Exercise objective: The lines you return must be all those in the data that hold the string "model".
Top of Data for this exercise
"""Intervals between edges: the complete ones, the cut ones, and those that do not count."""

from __future__ import annotations

from itertools import pairwise
from typing import Literal

import numpy as np

from benchtool.frozen import frozen_record
from benchtool.model.arrays import FloatArray, NDArray
from benchtool.model.quantity import Notice
from benchtool.model.timing import CutInterval, Dropped, Edges, Intervals
from benchtool.timing.disturbances import (
    CleanEdges,
    Reason,
    Widths,
    clean_edges,
    mark_first_high,
    mark_outliers,
    widths_between,
)

State = Literal["high", "low"]

_REASONS = {
    Reason.INTERRUPTED: "interrupted interval",
    Reason.MISSING_PULSE: "missing pulse",
    Reason.OUTLIER: "outlier",
    Reason.FIRST_HIGH: "first high after power-up",
}


def find_intervals(
    edges: Edges, *, active: State = "high", powered_s: float | None = None
) -> Intervals:
    """Sort the time between edges into complete, cut and disturbed intervals.

    Args:
        edges: The edges; no interval reaches across two of their runs.
        active: State that begins a cycle: a period runs from its first edge to the next alike.
        powered_s: When the supply was seen to come up, seconds, where it was.

    Returns:
        Complete intervals in seconds; what was left out is counted with its reason.
    """
    clean = clean_edges(edges)
    found = mark_first_high(widths_between(clean), edges, powered_s)
    widths, n_scattered = mark_outliers(found, edges.step_s)
    cycles = _cycles(widths, starts_high=active == "high")
    others = _cycles(widths, starts_high=active != "high")
    cut = _cut_intervals(edges, clean)
    good = widths.reason == Reason.GOOD
    high, low = good & widths.is_high, good & ~widths.is_high
    first_high = widths.width_s[widths.reason == Reason.FIRST_HIGH]
    return Intervals(
        high_s=widths.width_s[high],
        low_s=widths.width_s[low],
        period_s=cycles.high_s + cycles.low_s,
        high_starts_s=widths.start_s[high],
        low_starts_s=widths.start_s[low],
        period_starts_s=cycles.start_s,
        cycle_high_s=cycles.high_s,
        cycle_low_s=cycles.low_s,
        chains=cycles.chains,
        active=active,
        other_period_s=others.high_s + others.low_s,
        first_high_s=float(first_high[0]) if first_high.size else None,
        cut=cut,
        dropped=_dropped(clean, widths, cut, len(edges.runs), edges.n_runts),
        warnings=_notices(clean, widths, n_scattered, len(edges.runs)),
    )


@frozen_record(eq=False)
class _Cycles:
    """Whole cycles: where each begins, its two parts, and how far they follow one another."""

    start_s: FloatArray
    high_s: FloatArray
    low_s: FloatArray
    chains: tuple[tuple[int, int], ...]


def _cycles(widths: Widths, *, starts_high: bool) -> _Cycles:
    """Pair each interval that begins a cycle with the one after it, where both are good."""
    good = widths.reason == Reason.GOOD
    pairs = good[:-1] & good[1:] & (widths.run[:-1] == widths.run[1:])
    at = np.flatnonzero(pairs & (widths.is_high[:-1] == starts_high))
    first, second = widths.width_s[at], widths.width_s[at + 1]
    return _Cycles(
        start_s=widths.start_s[at],
        high_s=first if starts_high else second,
        low_s=second if starts_high else first,
        chains=_chains(at, widths.run),
    )


def _chains(at: NDArray[np.int64], run: NDArray[np.int64]) -> tuple[tuple[int, int], ...]:
    """Return index ranges of cycles that follow each other without a break."""
    if not at.size:
        return ()
    breaks = np.flatnonzero((np.diff(at) != 2) | (np.diff(run[at]) != 0)) + 1
    limits = [0, *(int(x) for x in breaks), at.size]
    return tuple(pairwise(limits))


def _cut_intervals(edges: Edges, clean: CleanEdges) -> tuple[CutInterval, ...]:
    """Return what the ends of each run cut: known to last at least so long."""
    cut: list[CutInterval] = []
    for number, run in enumerate(edges.runs):
        start, stop = np.searchsorted(clean.run, [number, number + 1])
        if start == stop:
            cut.append(_cut(run.starts_high, run.end_s - run.start_s, "both"))
            continue
        cut.append(_cut(run.starts_high, clean.times_s[start] - run.start_s, "start"))
        cut.append(_cut(bool(clean.rising[stop - 1]), run.end_s - clean.times_s[stop - 1], "end"))
    return tuple(cut)


def _cut(is_high: bool, length_s: float, where: Literal["start", "end", "both"]) -> CutInterval:
    return CutInterval(
        kind="high" if is_high else "low", at_least_s=max(0.0, float(length_s)), where=where
    )


def _dropped(
    clean: CleanEdges, widths: Widths, cut: tuple[CutInterval, ...], n_runs: int, n_runts: int
) -> tuple[Dropped, ...]:
    counts = {
        "cut at start": sum(c.where != "end" for c in cut[:1]),
        "cut at end": sum(c.where != "start" for c in cut[-1:]),
        "cut by a gap": max(0, 2 * (n_runs - 1)),
        "glitch": clean.n_glitches,
        "bounce": clean.n_bounces,
        "runt": n_runts,
    }
    for reason, text in _REASONS.items():
        counts[text] = int(np.count_nonzero(widths.reason == reason))
    return tuple(Dropped(reason=text, count=n) for text, n in counts.items() if n)


def _notices(
    clean: CleanEdges, widths: Widths, n_scattered: int, n_runs: int
) -> tuple[Notice, ...]:
    notices: list[Notice] = []
    if clean.n_glitches:
        text = f"{clean.n_glitches} glitches were taken out, with the intervals they interrupt"
        notices.append(Notice(code="glitches", text=text))
    if clean.n_bounces:
        text = f"{clean.n_bounces} edges bounce: the first crossing of each was kept"
        notices.append(Notice(code="bounce", text=text))
    n_missing = int(np.count_nonzero(widths.reason == Reason.MISSING_PULSE))
    if n_missing:
        text = f"{n_missing} intervals are longer by whole periods and were left out"
        notices.append(Notice(code="missing-pulses", text=text))
    n_outliers = int(np.count_nonzero(widths.reason == Reason.OUTLIER))
    if n_outliers:
        text = f"{n_outliers} intervals lie far from the median and were left out"
        notices.append(Notice(code="outliers", text=text))
    if n_scattered:
        text = f"{n_scattered} intervals lie far from the median; too many to be exceptions, kept"
        notices.append(Notice(code="scattered-intervals", text=text))
    if n_runs > 1:
        text = f"the record has {n_runs - 1} gaps; no interval reaches across one"
        notices.append(Notice(code="gaps", text=text))
    return tuple(notices)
Bottom of Data for this exercise
Exercise answer:
from benchtool.model.arrays import FloatArray, NDArray
from benchtool.model.quantity import Notice
from benchtool.model.timing import CutInterval, Dropped, Edges, Intervals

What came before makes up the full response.